At the same time, company CEO’s (who are not nearly as dumb or corrupt as popular lore portrays them), knew that instead of organic growth we were experiencing “paper growth”, and preferred to keep their companies from organically investing (hiring people, expanding, paying capable employees more), opting to grow by buying competitors (which usually involves even more debt), or just return the extra profits to shareholders.
During this Coronavirus crisis, where healthcare capacity and innovation was needed to face a global threat, it has become painfully obvious that all these years, capitalism has been growing by borrowing from future generations, and has been misallocating the proceeds of that borrowing. The cost of all these policies, is now an unprecedented shut down of the global economy altogether, exactly because that chink in the armour (healthcare) that we have been overlooking all these years, was just large enough for a virus to go through…
So the question is, what now? Option (2) austerity, is one for better times. The experience of Greece, much like the US in the 30’s suggest that it can be devastating at a time of economic slowdown. So we are left with a mix of options (3) monetary policy and (1) fiscal policy.

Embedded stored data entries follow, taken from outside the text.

"""The explorer's bokeh figures: the main plot, its colour bar and two companion panels.

Built once per explorer; afterwards only data sources and a few properties change, which is
what jupyter_bokeh sends to the page. The newest orbit has a source of its own
(``newest``), so a drag or a click sends one orbit's points, not all of them.

Main plot layers, bottom to top: shading outside the allowed region, level curves, the
boundary, orbit points, the selected orbit's highlight, where orbits stopped early (a
cross), periodic orbits (a shape per stability, the same as in static figures), manifolds,
seed rings and the ringed (draggable) newest seed.

Reading the pointer costs no kernel round trip: a hover readout on the points (orbit,
crossing, coordinates, value) and a pointer position written straight into the page.
"""

from __future__ import annotations

import numpy as np

from phaselab.widgets import theme
from phaselab.widgets.page_sync import page_sync
from phaselab.widgets.shading import polygon_columns

#: matplotlib marker codes of phaselab.export.structures.MARKERS -> bokeh marker names
BOKEH_MARKERS = {"o": "circle", "X": "x", "^": "triangle", "s": "square", "D": "diamond"}

FRAME_W, FRAME_H = 440, 400

#: Page code run when the pointer enters the main plot and when its view is laid out: the drag
#: tool's views on the page stop treating a click as a selection of the ringed seed. Left as
#: it is, the tool selects (or clears) the ring's point on every click, and the page draws the
#: whole plot for that alone, then once more when the click's points arrive. Dragging is
#: untouched (a drag selects the ring as it starts). Without the expected method (another
#: BokehJS) nothing changes.
QUIET_TAP = """
const index = window.Bokeh && window.Bokeh.index;
if (!index || typeof index.find_all !== 'function') return;
for (const view of index.find_all(tool)) {
    if (view.__phaselab_quiet_tap || typeof view._tap !== 'function' || tool.add) continue;
    view.__phaselab_quiet_tap = true;
    view._tap = () => {};
}
"""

All the “fiscal expansion” we have been talking about will involve huge deficits that the central banks will again have to pay for. Instead of their traditional role as lenders of the last resort, central banks continue to be the primary wealth creators, taking the job away from the actual economy. Which means that we will probably continue to misallocate assets, especially now that governments will have a say in all sectors, not just banks.
So while we expect a different economy to emerge from this crisis, we don’t see signs as to how it will be more efficient than the previous paradigm. For years, appetite for growth in the west has far exceeded ability towards that growth, and some form of debt was used to make up for the shortfall. Debt, in the form of fiscal and monetary expansion, is what we will use to get out of this predicament as well.
What we also expect is for central banks to buy bonds and equities and continue to push prices higher. And that is the reason behind market optimism, despite the persistence of mortality curves in the UK and the US.
We can’t say for sure whether the rally we have seen is a so called “head-fake”, a massive relief rally that may just trick investors before we see new lows, or indeed all that upcoming demand for risk assets is enough to trample even the fastest and deepest recession the post-war world has experienced. Which is why we are not trying to time this market. But we do expect companies to be less profitable, dividends given less freely and infrastructure investments misdirected and inefficient for the mid-term. Will that matter for stock prices? Maybe, but we wouldn’t be too surprised if traditional valuation methods are side-lined for another decade, as demand for stocks and bonds is bound to remain elevated.
It not a great world to be living in the real economy, but it’s still a great world to live in the financial economy. And what goals cannot be achieved within the former, might be achieved by investing in stocks and bonds, whose growth is concomitant with the survival of capitalism. Personal economic growth in the near future will not be a low-hanging fruit. It will be a matter of sector exposure, picking the winners of this brave new worlds and careful financial planning.